Global Lord Bölüm 846 - Efsanevi Katmanlı Kişi Yanımdan İnin!
Gümbürtü!
Binlerce rüzgâr bıçağı savaş alanına indi. Sanki yerde aniden korkunç bir et kesme makinesi belirmiş gibiydi. Yüz binlerce sis canavarı korkunç rüzgâr bıçaklarının altında ağır kayıplar verdi.
Düşük Kademe İlah Seviyesi Temel Sınıf bile Cessier'in Efsanevi Kademe Drakonik Büyüsü Rüzgâr Kılıcı Fırtınası tarafından hafifçe yaralandı.
Cessier yalnızca Efsanevi Kademe Orta Seviye safkan bir ejderha olmasına rağmen, sıradan Düşük Kademe İlah Seviyesi Temel Sınıf Tanrı Ruhlarıyla başa çıkabiliyordu.
Cessier saldırısının başarılı olduğunu görünce heyecanla kükredi ve tekrar gökyüzüne yükseldi. Ardından, binlerce rüzgâr kanadını çağırdı ve aşağıdaki en yoğun sis canavarlarına doğru hücum etti.
Boom boom boom boom boom...
Yüz binlerce sis canavarı Cessier tarafından öldürüldü.
Ardından, Cessier yukarıdaki eylemleri tekrarlayarak mutlu bir şekilde öldürdü.
Boğulmuş bir çocuk gibiydi. Daha önce hiçbir şekilde boşaltamadığı enerji ve heyecanı serbest bırakıyordu.
Bu süreç sırasında, iki kızıl Tanrı Ruhu Cessier'in katliamını durdurmak için ileri atılmak istedi.
Ancak, bir sonraki saniyede kan renginde bir figür uzaktan uçarak önlerini kesti.
"Diğer Kızıl Tanrı Ruhlarının hepsi kaçırıldı. Baltamı denemek için yalnız kalan ikinizi alacağım!" Guo Qiao sırıttı.
İki Kızıl Tanrı Ruhu: ...? Yalnız kalanlar siz ve ikimiz miyiz?

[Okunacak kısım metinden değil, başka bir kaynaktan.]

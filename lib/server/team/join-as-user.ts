import { getUser } from "@/db/queries/users";
import type { Who } from "@/lib/server/auth/authorize";
import { AppError } from "@/lib/domain/errors";
import { openInvitation, takeInvitation } from "./invitation-link";

/** A signed-in person joins only with the invitation sent to their own address. */
export async function joinAsUser(who: Pick<Who, "userId">, token: string, now = new Date()) {
  const inv = await openInvitation(token, now);
  const user = await getUser(who.userId);
  if (!user) throw new AppError("unauthenticated", "Sign in first.");
  if (user.email.toLowerCase() !== inv.email.toLowerCase()) {
    throw new AppError("forbidden", `This invitation was sent to ${inv.email}, but you are signed in as ${user.email}. Sign out to accept it.`);
  }
  return takeInvitation(token, { userId: who.userId }, now);
}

Çok geçmeden, Guo Qiao'nun keskin baltasının altında, Guo Qiao'nun onları neden yalnız bıraktığını hemen anladılar.
...
Yarım saat sonra, iki milyar Blazing Sun Krallığı askerinin 200 milyon İmparatorluk seviyesindeki Scarlet Fog Ordusuna karşı verdiği bu savaş ezici bir sonuçla sona erdi.

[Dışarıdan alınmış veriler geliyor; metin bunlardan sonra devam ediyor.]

// The scenario library's tools: deterministic series (a seeded generator, no Math.random), a replay
// of the rules over them as the runner would have met them, and the score of what the rules raised
// against what each scenario says they must: each expected alert within its delay of the cause, and
// nothing else (a second raise of the same kind counts as a false alarm: flapping).
import fs from "node:fs";
import path from "node:path";
import { replay, type FeedingContext, type ProbeContext, type ProbeSeries, type ReplayInput, type RuleKind, type Transition } from "@/lib/domain/rules";
import type { AlertLevel } from "@/lib/domain/vocabulary";

export const MIN = 60_000;
export const HOUR = 60 * MIN;
export const DAY = 24 * HOUR;
/** Scenarios start at local midnight UTC, so "09:00" is 9 h in. */
export const T0 = Date.UTC(2026, 2, 2, 0, 0, 0);

/** mulberry32: a small seeded generator, so every run draws the same series. */
export function seeded(seed: number) {
  let a = seed >>> 0;
  const next = () => {
    a = (a + 0x6d2b79f5) >>> 0;
    let t = a;
    t = Math.imul(t ^ (t >>> 15), t | 1);
    t ^= t + Math.imul(t ^ (t >>> 7), t | 61);
    return ((t ^ (t >>> 14)) >>> 0) / 4294967296;
  };
  /** Roughly normal (sum of uniforms), mean 0, standard deviation `sd`. */
  const noise = (sd: number) => ((next() + next() + next() + next() - 2) / Math.sqrt(4 / 12)) * sd;
  return { next, noise };
}

/** Readings every `everyMs` over [from, to), value f(t) rounded to `step`. */
export function sample(f: (t: number) => number, o: { from?: number; to: number; everyMs: number; step?: number; skip?: (t: number) => boolean }) {
  const out: { t: number; v: number }[] = [];
  for (let t = o.from ?? T0; t < o.to; t += o.everyMs) {
    if (o.skip?.(t)) continue;
    const v = f(t);
    out.push({ t, v: o.step ? Math.round(v / o.step) * o.step : v });
  }
  return out;
}

/** The first time a generated series meets a condition: the cause an alert is timed from. */
export function firstWhen(points: readonly { t: number; v: number }[], cond: (v: number) => boolean, after = Number.NEGATIVE_INFINITY): number {
  const p = points.find((x) => x.t >= after && cond(x.v));
  if (!p) throw new Error("the scenario never meets its own cause");
  return p.t;
}

export type Expected = {
  kind: RuleKind;
  level: AlertLevel;
  /** When the cause began (a line crossed, a feeding heating, a probe gone quiet). */
  causeAt: number;
  withinMin: number;
  /** Where the expectation comes from: a published source or "common practice". */
  source: string;
};

export type Scenario = {
  name: string;
  /** What the scenario stands for and why nothing else may be raised, with its source. */
  why: string;
  input: ReplayInput;
  /** When the rules are run: each reading's arrival, or every minute for the silent-probe sweep. */
  times: number[];
  expect: Expected[];
  /** Kinds that must have settled by the end (their causes gone). */
  settledByEnd?: RuleKind[];
};

export type Raised = { kind: RuleKind; level: AlertLevel; at: number; type: Transition["type"] };

export type Score = {
  name: string;
  expected: string;
  raised: string;
  /** Minutes from cause to alert, per expected alert (null: missed). */
  delays: (number | null)[];
  missed: Expected[];
  falseAlarms: Raised[];
  /** Raises and escalations: what would have pushed a phone. */
  alertCount: number;
  openAtEnd: RuleKind[];
};

const label = (kind: string, level: string) => `${kind.replace("_", " ")} ${level.replace("_", "-")}`;

export function score(s: Scenario): Score {
  const steps = replay(s.input, s.times);
  const pushes: Raised[] = steps.flatMap((st) =>
    st.transitions.filter((t) => t.type === "raise" || t.type === "escalate").map((t) => ({ kind: t.kind, level: t.level, at: st.at, type: t.type })),
  );
  const used = new Set<Raised>();
  const delays = s.expect.map((e) => {
    const hit = pushes.find((p) => !used.has(p) && p.kind === e.kind && p.level === e.level && p.at >= e.causeAt && p.at - e.causeAt <= e.withinMin * MIN);
    if (!hit) return null;
    used.add(hit);
    return Math.round((hit.at - e.causeAt) / MIN);
  });
  const openAtEnd = (steps[steps.length - 1]?.open ?? []).map((a) => a.kind);
  return {
    name: s.name,
    expected: s.expect.length ? s.expect.map((e) => `${label(e.kind, e.level)} ≤ ${e.withinMin} min`).join("; ") : "none",
    raised: pushes.length ? pushes.map((p) => label(p.kind, p.level)).join("; ") : "none",
    delays,
    missed: s.expect.filter((_, k) => delays[k] === null),
    falseAlarms: pushes.filter((p) => !used.has(p)),
    alertCount: pushes.length,
    openAtEnd,
  };
}

/** The table for the note: scenario, expected, raised, detection delay, alert count. */
export function table(scores: readonly Score[]): string {
  const rows = scores.map((x) => {
    const delay = x.delays.length ? x.delays.map((d) => (d === null ? "missed" : `${d} min`)).join(", ") : "—";
    return `| ${x.name} | ${x.expected} | ${x.raised} | ${delay} | ${x.alertCount} |`;
  });
  return ["| scenario | expected | raised | detection delay | alerts |", "|---|---|---|---|---|", ...rows].join("\n");
}

export function writeTable(scores: readonly Score[]) {
  const dir = path.resolve(import.meta.dirname, "../../../.data");
  fs.mkdirSync(dir, { recursive: true });
  fs.writeFileSync(path.join(dir, "scenarios.md"), `# Rule scenarios\n\n${table(scores)}\n`);
}

export const probe = (id: number, reportIntervalS: number, metrics: string[]): ProbeContext => ({
  id,
  code: `p-${id}`,
  reportIntervalS,
  lastSeenAt: null,
  metrics,
});

export type { FeedingContext, ProbeSeries };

Bai Yun ve diğerleri doğal olarak kolayca kazandılar.
Şeytani Işık Kızıl Ordusu'nun dört Kızıl Tanrı Ruhu bile yenilgi kaderinden kaçamadı.
Royegar bunu gördüğünde, Zhou Zhou'ya teşekkür etmek için askerleri getiremeden, Zhou Zhou'nun askerlerden çoktan tüm Ganimetleri toplamalarını istediğini gördü. Ardından tekrar Galaksi'ye bindi ve sis canavarları tarafından kuşatılmış olan bir sonraki Saha İmparatorluğu şehrine doğru yola çıkmaya hazırlandı.

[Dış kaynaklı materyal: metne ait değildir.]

async function main() {
  const cluster = await startCluster({ name: CLUSTER, port: Number(process.env.WORMWARD_BENCH_SERIES_PG_PORT ?? 54364) });
  const admin = new pg.Client({ connectionString: cluster.adminUrl });
  await admin.connect();
  // WORMWARD_BENCH_SERIES_KEEP=1 reuses the readings a previous run loaded (a rerun of the timing).
  const keep = process.env.WORMWARD_BENCH_SERIES_KEEP === "1" && (await admin.query(`select 1 from pg_database where datname = 'series_bench'`)).rowCount === 1;
  if (!keep) {
    await admin.query("drop database if exists series_bench with (force)");
    await admin.query("create database series_bench");
  }
  await admin.end();
  const url = cluster.adminUrl.replace(/\/postgres$/, "/series_bench");
  await runMigrations(url);
  process.env.DATABASE_URL = url;
  // Imported after DATABASE_URL is set: the app's one pool reads it on first use.
  const { db, closeDb } = await import("@/db");
  const { bucketedReadingSql, dailyPointsSql, listBucketedReadingPoints } = await import("@/db/queries/series");
  const { getZoneSeries } = await import("@/lib/server/series/zone-series");
  const { runSeriesMaintenance } = await import("@/lib/server/series/maintenance");

  const c = new pg.Client({ connectionString: url });
  await c.connect();
  let app: { url: string; child: ChildProcess } | null = null;
  try {
    await c.query("set synchronous_commit = off");
    const kept = keep
      ? (
          await c.query(`select z.id as zone, array_agg(p.id order by p.id) as ids, (select max(ts) + interval '1 minute' from readings where probe_id = min(p.id)) as end
                        from zones z join probes p on p.zone_id = z.id join bins b on b.id = z.bin_id where b.name = 'Bench bin' and z.position = 1 group by z.id`)
        ).rows[0]
      : null;
    const { zoneId, ids, end } = kept ? { zoneId: kept.zone as string, ids: kept.ids as number[], end: kept.end as Date } : await load();
    if (kept) console.log(`Reusing the readings loaded before (up to ${end.toISOString()})`);
    async function load() {
      const farmId = (await c.query(`insert into farms (name, timezone) values ('Bench farm', 'Europe/London') returning id`)).rows[0].id as string;
      const binId = (await c.query(`insert into bins (farm_id, name, style, species) values ($1, 'Bench bin', 'bed', 'eisenia-fetida') returning id`, [farmId]))
        .rows[0].id as string;
      const zoneId = (await c.query(`insert into zones (bin_id, position, kind) values ($1, 1, 'working') returning id`, [binId])).rows[0].id as string;
      const otherZone = (await c.query(`insert into zones (bin_id, position, kind) values ($1, 2, 'curing') returning id`, [binId])).rows[0].id as string;
      const probe = async (zone: string, code: string) =>
        (
          await c.query(`insert into probes (farm_id, zone_id, code, token_hash, metrics) values ($1, $2, $3, 'x', '{temperature,moisture}') returning id`, [
            farmId,
            zone,
            code,
          ])
        ).rows[0].id as number;
      const ids: number[] = [];
      for (let i = 0; i < ZONE_PROBES; i++) ids.push(await probe(zoneId, `bench-series-${i}`));
      const others: number[] = [];
      for (let i = 0; i < FARM_PROBES; i++) others.push(await probe(otherZone, `bench-farm-${i}`));
      const userId = (
        await c.query(`insert into users (email, name, password_hash) values ('bench@example.org', 'Bench', $1) returning id`, [await hashPassword(PASSWORD)])
      ).rows[0].id as string;
      await c.query(`insert into memberships (user_id, farm_id, role) values ($1, $2, 'owner')`, [userId, farmId]);

      const end = new Date(Math.floor(Date.now() / 60_000) * 60_000);
      const yearStart = new Date(end.getTime() - 365 * DAY);
      console.log(`Loading readings (${ZONE_PROBES} probes × 2 metrics × a year, ${FARM_PROBES} probes × 4 metrics × ${FARM_DAYS} days, one a minute):`);
      // A daily swing and a slow seasonal drift; moisture apart from temperature.
      const value = `case when m = 'temperature' then 20 + 3 * sin(extract(epoch from t) / 13751) + 4 * sin(extract(epoch from t) / 5022000) + p % 5
                   else 70 + 5 * sin(extract(epoch from t) / 90000 + p) end`;
      await timed("a year for the zone's probes", async () => {
        for (const id of ids) {
          await c.query(
            `insert into readings (probe_id, metric, ts, value)
           select p, m, t, ${value} from (select $1::int as p) x, unnest('{temperature,moisture}'::metric[]) m,
             generate_series($2::timestamptz, $3::timestamptz - interval '1 minute', interval '1 minute') t`,
            [id, yearStart.toISOString(), end.toISOString()],
          );
        }
      });
      await timed(`${FARM_DAYS} days for the farm's other probes`, async () => {
        for (const id of others) {
          await c.query(
            `insert into readings (probe_id, metric, ts, value)
           select p, m, t, ${value} from (select $1::int as p) x, unnest('{temperature,moisture,ammonia,signal}'::metric[]) m,
             generate_series($2::timestamptz, $3::timestamptz - interval '1 minute', interval '1 minute') t`,
            [id, new Date(end.getTime() - FARM_DAYS * DAY).toISOString(), end.toISOString()],
          );
        }
      });
      await timed("hourly rollups", () =>
        c.query(`insert into reading_rollups (probe_id, metric, hour, min, max, sum, count)
               select probe_id, metric, date_trunc('hour', ts, 'UTC'), min(value), max(value), sum(value), count(*) from readings group by 1, 2, 3`),
      );
      await timed("daily rollups (the deferred refresh)", () => runSeriesMaintenance({ retentionMonths: null }));
      await timed("vacuum analyze", () => c.query("vacuum analyze"));
      return { zoneId, ids, end };
    }
    const rows = (await c.query(`select count(*)::int as n from readings`)).rows[0].n as number;
    const parts = (await c.query(`select count(*)::int as n from pg_inherits where inhparent = 'public.readings'::regclass`)).rows[0].n as number;
    console.log(`  ${fmt(rows)} readings in ${parts} partitions`);

    // What each range's statement does, for the reader (the route's own SQL builders).
    const explain = async (label: string, statement: ReturnType<typeof sql>) => {
      const r = await db().execute<{ "QUERY PLAN": string }>(sql`explain (analyze, costs off, summary on) ${statement}`);
      console.log(`\nEXPLAIN ${label}:\n${r.rows.map((x) => `  ${x["QUERY PLAN"]}`).join("\n")}`);
    };
    const range = (days: number) => ({ metric: "temperature" as const, from: new Date(end.getTime() - days * DAY), to: end });
    await explain("24 h (raw readings, 2-minute buckets)", bucketedReadingSql(ids, range(1), 120, "probe"));
    await explain("1 y (daily rollups + hourly for today)", dailyPointsSql(ids, range(365), "Europe/London"));
    await explain("1 y on raw readings (day buckets)", bucketedReadingSql(ids, range(365), 86_400, "probe"));

    app = await startApp(url);
    const cookie = await signIn(app.url, "bench@example.org");
    const figures: Record<string, number> = {};
    const table: { label: string; p50: number; p95: number }[] = [];
    for (const [label, days] of [
      ["24h", 1],
      ["7d", 7],
      ["30d", 30],
      ["1y", 365],
    ] as const) {
      const from = new Date(end.getTime() - days * DAY).toISOString();
      const ask = async (metric: string) => {
        const t0 = performance.now();
        const res = await fetch(`${app!.url}/api/zones/${zoneId}/series?metric=${metric}&from=${from}&to=${end.toISOString()}`, { headers: { cookie } });
        const body = (await res.json()) as { series?: { t: number[] }[]; source?: string; bucketSeconds?: number };
        const ms = performance.now() - t0;
        if (!res.ok || body.series?.length !== ZONE_PROBES) throw new Error(`series ${label} ${metric}: ${res.status} ${JSON.stringify(body).slice(0, 200)}`);
        return { ms, points: body.series.reduce((n, s) => n + s.t.length, 0), level: `${body.source}/${body.bucketSeconds ?? "-"}` };
      };
      for (let i = 0; i < WARMUP; i++) await ask(i % 2 ? "moisture" : "temperature");
      const ms: number[] = [];
      let seen = { points: 0, level: "" };
      for (let i = 0; i < RUNS; i++) {
        const r = await ask(i % 2 ? "moisture" : "temperature");
        ms.push(r.ms);
        seen = r;
      }
      figures[`series_p50_ms_${label}`] = pct(ms, 50);
      figures[`series_p95_ms_${label}`] = pct(ms, 95);
      table.push({ label, p50: pct(ms, 50), p95: pct(ms, 95) });
      console.log(`series ${label}: p50 ${fmt(pct(ms, 50), 1)} ms, p95 ${fmt(pct(ms, 95), 1)} ms over ${RUNS} requests (${seen.level}, ${seen.points} points)`);
    }
    // Where the time goes: the same answers without HTTP (the use case the route calls), and an
    // authenticated request of the same route family that reads one row (GET /api/zones/<zone>).
    const floor: number[] = [];
    for (let i = 0; i < RUNS + WARMUP; i++) {
      const t0 = performance.now();
      const res = await fetch(`${app.url}/api/zones/${zoneId}`, { headers: { cookie } });
      await res.text();
      if (!res.ok) throw new Error(`GET /api/zones/${zoneId}: ${res.status}`);
      if (i >= WARMUP) floor.push(performance.now() - t0);
    }
    figures.series_http_floor_p50_ms = pct(floor, 50);
    figures.series_http_floor_p95_ms = pct(floor, 95);
    console.log(`HTTP floor (GET /api/zones/<zone>, signed in): p50 ${fmt(pct(floor, 50), 1)} ms, p95 ${fmt(pct(floor, 95), 1)} ms`);
    for (const [label, days] of [
      ["24h", 1],
      ["7d", 7],
      ["30d", 30],
      ["1y", 365],
    ] as const) {
      const ms: number[] = [];
      for (let i = 0; i < RUNS + WARMUP; i++) {
        const t0 = performance.now();
        await getZoneSeries(zoneId, { metric: i % 2 ? "moisture" : "temperature", from: new Date(end.getTime() - days * DAY), to: end });
        if (i >= WARMUP) ms.push(performance.now() - t0);
      }
      figures[`series_usecase_p50_ms_${label}`] = pct(ms, 50);
      figures[`series_usecase_p95_ms_${label}`] = pct(ms, 95);
      console.log(`use case alone ${label}: p50 ${fmt(pct(ms, 50), 1)} ms, p95 ${fmt(pct(ms, 95), 1)} ms`);
    }
    const raw: number[] = [];
    for (let i = 0; i < RAW_RUNS + 1; i++) {
      const t0 = performance.now();
      await listBucketedReadingPoints(ids, { ...range(365), metric: i % 2 ? "moisture" : "temperature" }, 86_400, "probe");
      if (i > 0) raw.push(performance.now() - t0);
    }
    figures.series_raw_p50_ms_1y = pct(raw, 50);
    figures.series_raw_p95_ms_1y = pct(raw, 95);
    console.log(`raw 1 y (SQL, day buckets): p50 ${fmt(pct(raw, 50), 1)} ms, p95 ${fmt(pct(raw, 95), 1)} ms over ${RAW_RUNS} runs`);
    figures.series_readings = rows;
    record(
      figures,
      table.map((t) => ({
        what: `series ${t.label} p95 (HTTP, ${fmt(rows / 1e6, 1)} M readings)`,
        value: t.p95,
        unit: "ms",
        ...(t.label === "1y"
          ? { ceiling: figures.series_raw_p95_ms_1y, ceilingWhat: "raw 1 y in SQL", target: "≤ 20 ms, ≤ 0.2 of raw" }
          : { target: "≤ 20 ms" }),
      })),
    );
  } finally {
    app?.child.kill("SIGTERM");
    await c.end();
    await closeDb();
    stopCluster(CLUSTER);
  }
}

Royegar derin bir nefes aldı.
Nedense daha önce Zhou Zhou'nun yakışıklı yüzü insanda onu yumruklama isteği uyandıracak kadar yakışıklıydı ama şimdi "O "na kendini çok çekici hissettiriyordu...
"Siz burada kalın ve iyi dinlenin. Döndüğümde konuşuruz."
Royegar, Vajra Âlemi Buda'larıyla birlikte Galaksiye geri uçmadan önce Youpo Li Şehri askerlerini ve Deneklerini bilgilendirdi.
Zaman hızla geçti.
Akşam saatlerinde havada yavaş yavaş Kızıl Sis belirdi.
Böyle bir ortamda, sis canavarı askerlerinin toplam gücü en az %30 artmıştı!
Ancak Zhou Zhou hiç korkmuyordu. Doğrudan tüm askerlere Kara Membranı etkinleştirmelerini ve Kızıl Sisin içindeki bu sis canavarlarıyla savaşmaya devam etmelerini sağladı.
Aynı zamanda Zhou Zhou, Royegar ve diğerlerinin Kızıl Sis'in sardığı bu ortamda savaşmasının uygun olmayabileceğini düşündü.
Beklenmedik bir şekilde...
Royegar ve diğer Budist uygulayıcılar giderek yoğunlaşan Kızıl Sis'e bakarak avuçlarını birbirine bastırıp zikrettiler.
Ardından, vücutlarından yavaş yavaş soluk beyaz bir Budist ışığı yayıldı. Beyaz Budist ışığı saldırgan olmasa da, vücutlarını istila etmek isteyen Kızıl Sis'i izole ederek daha fazla ilerlemelerini zorlaştırdı.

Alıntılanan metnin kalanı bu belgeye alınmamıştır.